Confusing cute ideas with solutions to real problems is a common
way that happens.  The mailing list package that does that is a
classic example of that syndrome.


  - that Deals4u2buy.org will use N-different addresses.  On the
   contrary, they'll good reasons to tell you their sender domain name
   and to keep it constant.

Domain, sure.  But whitelisting by domain is asking for even more 
trouble than whitelisting by full address. 

I meant full address.

                                            But if you want to 
whitelist by address, you definitely need to deal with more than one. 
Even the typical mailing lists uses at least two addresses.  (Some 
commercial mailings use a different one for each user--since the 
bounce information encodes the recipients email address.)

There is RFC 2919.

The DCC detects bulk mail by protocol and unsolicited bulk mail by
adding local whitelists.  The DCC source includes a sample whitelist
and I hear from the thousands of installations of DCC clients.  Because
of that, I claim some direct and second hand experience whitelisting
mailing lists.  From tha experience, it seems to me that those lists
that don't suffer the cute idea syndrome are easy to white-list.
After lists using that system, the problems I've heard of are desires
to white-list all lists of some brand like Yahoo Groups.


On the other hand, doing whitelisting by address just defers the 
inevitable forgery a little longer.  So without authenticated sender, 
I whitelisting seems doomed.  And since virtually every "make a major 
change to SMTP" system out there seems to depend on whitelisting as a 
transition tool, there's going to be a very interesting race.

I don't see any deferring of inevitable forgery, because whitelisting
is already extremely popular.

You're also assuming facts not inevidence, that forgery of mailing
list senders is a likely problem.  If it is likely then why haven't
the spammers already been forging mail with practically universally
whitelisted markings, such as CERT.org advisories and Habeas's mark?


...
  - Why can't people understand ADV tags and whitelisting?  I don't recall
   encountering anyone who couldn't but who could handle email.  Proof

I don't understand ADV tags.  Does Amazon have to send me my purchase 
receipts with an ADV tag?  Does an opt-in list have to use an ADV 
tag--or just the people who randomly spam me?  I don't know what it 
means.  And it seems to me that it was you who berated me for trying 
to differentiate between different types of content from the same 
sender when I tried to differentiate between transactional email and 
advertising email.  You had some good points.  But isn't that what an 
ADV tag tries to do?  If not, then I don't dare block it.

I don't like ADV tags because the laws that mandate them seem as
muddled as the noise about spam in the main IETF list.  In this thread
I've assumed for the sake of discussion that ADV tags make sense,
despite my lack of understanding.  I think ADV tags could make sense.
I'd put them on all messages in a bulk mailing which includes or might
include some unsolicited copies--in other words on "opt-out" spam.
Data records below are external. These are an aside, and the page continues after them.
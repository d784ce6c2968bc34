"""From what the reading hands over to rows of the journal: seconds are cut, times told, stretches begun.

One rule: order is kept, and each frame goes into one block of the stretch whose bridge sent it.
"""

from __future__ import annotations

import itertools
from collections.abc import Iterator, Sequence
from dataclasses import dataclass, fields, replace

import numpy as np
import numpy.typing as npt

from bridgeio.clock import DeviceClock
from bridgeio.frames import Item, Nameplate, Tallies

from .book import Block, Mark, Row, Stretch
from .pack import Micros, Timed, frames_in

__all__ = ["BLOCK_S", "MOST_FRAMES", "Assembly", "Feed", "Reopened", "Unkept"]

#: A block is cut at this age: a fifth is left for the disk, so that a kill costs a second at most [s].
BLOCK_S = 0.8

#: A block with so many frames is cut whatever its age: a recording read from a file comes as fast as it can.
MOST_FRAMES = 10_000

_US = 1_000_000


@dataclass(frozen=True, slots=True)
class Feed:
    """Items that arrived together, and the receiver's counters then: pieces damaged and frames missing so far.

    at_s: when they were handed over, by the steady clock [s].
    """

    items: Sequence[Item]
    arrival_s: float
    at_s: float
    damaged: int = 0
    missing: int = 0


@dataclass(frozen=True, slots=True)
class Unkept:
    """Frames that found no room while the disk was behind, and when the first and the last of them came."""

    frames: int
    first_s: float
    last_s: float


@dataclass(frozen=True, slots=True)
class Reopened:
    """The source was lost and is back since `utc_us` [us since 1970], perhaps with another board."""

    utc_us: int


class Assembly:
    """Gathers rows in `rows`; whoever writes them clears the list. Not for several threads at once."""

    def __init__(self, stretch: Stretch) -> None:
        """Begin with a stretch."""
        self.rows: list[Row] = [stretch]
        self._stretch = stretch
        self._clock = DeviceClock()
        self._timed: list[Timed] = []
        self._frames = 0
        self._since_s: float | None = None
        self._utc_us = stretch.started_us
        self._counted = (0, 0)
        self._damaged = self._missing = 0

    @property
    def frames(self) -> int:
        """Frames gathered and not yet written."""
        rows = (one for row in self.rows if isinstance(row, Block) for one in row.timed)
        return sum(frames_in(one.item) for one in (*rows, *self._timed))

    @property
    def due_s(self) -> float | None:
        """When the block that is being gathered is to be cut, by the steady clock [s]; None where there is none."""
        return None if self._since_s is None else self._since_s + BLOCK_S

    def begin(self, stretch: Stretch) -> None:
        """What follows belongs to another stretch; without a nameplate of its own it has the board's of before."""
        self.cut()
        if stretch.nameplate is None and stretch.source == self._stretch.source:
            stretch = replace(stretch, nameplate=self._stretch.nameplate)
        if stretch.source != self._stretch.source:
            self._clock.restart()
            self._counted = (0, 0)
        self._stretch = stretch
        self.rows.append(stretch)

    def reopened(self, started_us: int) -> None:
        """The source was lost and is back: whose frames follow is not known until a nameplate tells."""
        self.cut()
        self._clock.restart()
        self._stretch = replace(self._stretch, nameplate=None, started_us=started_us)
        self.rows.append(self._stretch)

    def mark(self, mark: Mark) -> None:
        """Note something, after the frames that came before it."""
        self.rows.append(mark)

    def unkept(self, gap: Unkept) -> None:
        """Account for frames that were not kept, in a block of their own and a mark with the length of the gap."""
        self.cut()
        self.rows.append(Block((), int(gap.first_s * _US), unkept=gap.frames))
        length_s = max(0.0, gap.last_s - gap.first_s)
        text = f"{gap.frames} frames not kept in {length_s:.1f} s: the disk was behind"
        self.mark(Mark("gap", int(gap.first_s * _US), text, length_s))

    def clock_stepped(self, utc_s: float, step_s: float) -> None:
        """Our clock was set, or the machine slept: times are told anew from here on."""
        self._clock.restart()
        self.mark(Mark("clock", int(utc_s * _US), f"the clock went {step_s:+.3f} s", step_s))

    def take(self, feed: Feed) -> None:
        """Gather a feed; the block before it is cut where it is old enough."""
        self.tick(feed.at_s)
        self._count(feed.damaged, feed.missing)
        for item in feed.items:
            if isinstance(item, Nameplate):
                self._meet(item, feed)
            for one in self._told(item, feed.arrival_s) if frames_in(item) else ():
                if self._frames >= MOST_FRAMES:
                    self.cut()
                self._open(feed)
                self._timed.append(one)
                self._frames += frames_in(one.item)
        if self._damaged or self._missing:
            self._open(feed)

    def tick(self, at_s: float) -> None:
        """Cut the block where it is old enough by the steady clock [s]."""
        if self._since_s is not None and not 0 <= at_s - self._since_s < BLOCK_S:
            self.cut()

    def cut(self) -> None:
        """End the block that is being gathered."""
        if self._timed or self._damaged or self._missing:
            self.rows.append(Block(self._timed, self._utc_us, missing=self._missing, damaged=self._damaged))
        self._timed, self._frames, self._since_s = [], 0, None
        self._damaged = self._missing = 0

    def _open(self, feed: Feed) -> None:
        if self._since_s is None:
            self._since_s, self._utc_us = feed.at_s, int(feed.arrival_s * _US)

    def _count(self, damaged: int, missing: int) -> None:
        """Add what the counters grew by; a receiver made anew counts from 0."""
        before = self._counted
        if damaged < before[0] or missing < before[1]:
            before = (0, 0)
        self._damaged += damaged - before[0]
        self._missing += missing - before[1]
        self._counted = (damaged, missing)

    def _meet(self, plate: Nameplate, feed: Feed) -> None:
        """A nameplate that says anything new begins a stretch; another start or board has another time too."""
        known = self._stretch.nameplate
        if known is not None and _same(known, plate):
            return
        self.cut()
        if known is not None and (known.boot, known.device_id) != (plate.boot, plate.device_id):
            self._clock.restart()
        self._stretch = replace(self._stretch, nameplate=plate, started_us=int(feed.arrival_s * _US))
        self.rows.append(self._stretch)

    def _told(self, item: Item, arrival_s: float) -> Iterator[Timed]:
        """The item with its times, in parts: none is long, and in none the device time falls."""
        if not isinstance(item, Tallies):
            yield Timed(item, self._utc(np.array([item.ms], dtype=np.uint32), arrival_s))
            return
        cuts = set(range(0, len(item), MOST_FRAMES)) | {len(item)}
        if item.has_ms:
            utc_us = self._utc(item.ms, arrival_s)
            # Modulo 2^32 a fall is a huge step; a wrap is a small one.
            cuts.update((np.flatnonzero(np.diff(item.ms) >= 1 << 31) + 1).tolist())
        else:
            utc_us = np.full(len(item), int(arrival_s * _US))
        for at, upto in itertools.pairwise(sorted(cuts)):
            yield Timed(_part(item, slice(at, upto)), utc_us[at:upto])

    def _utc(self, ms: npt.NDArray[np.uint32], arrival_s: float) -> Micros:
        return np.rint(self._clock.utc(ms, arrival_s) * _US).astype(np.int64)


def _same(one: Nameplate, other: Nameplate) -> bool:
    """Whether two nameplates say the same, but for when."""
    return all(getattr(one, f.name) == getattr(other, f.name) for f in fields(one) if f.name not in ("seq", "ms"))


def _part(item: Tallies, part: slice) -> Tallies:
    columns = {name: getattr(item, name)[part] for name in ("seq", "ms", "forward", "reflected", "flags")}
    return replace(item, **columns)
Whitelists are hard to understand not because of the concept, but 
because of the plethora of email addresses that need to be 
whitelisted, and because people don't understand how easy forging is. 
And on top of that--the plethora of (as yet non-existent... but give 
them time) whitelisting interfaces.

There's no plethora that needs whitelisting.
There are plenty of existent whitelisting interfaces, but that is a
problem.

  - we already have standardized mechanisms for identifying mailing lists.
   RFC 2919 is on the standards track.

Okay.  But I'm not sure where that ties into this issue.

List-ID headers are an obvious and good solution for identifying mailing
lists.  Instead of white-listing sender FQDNs or SMTP client IP addresses
or host names, you could white-list List-ID strings.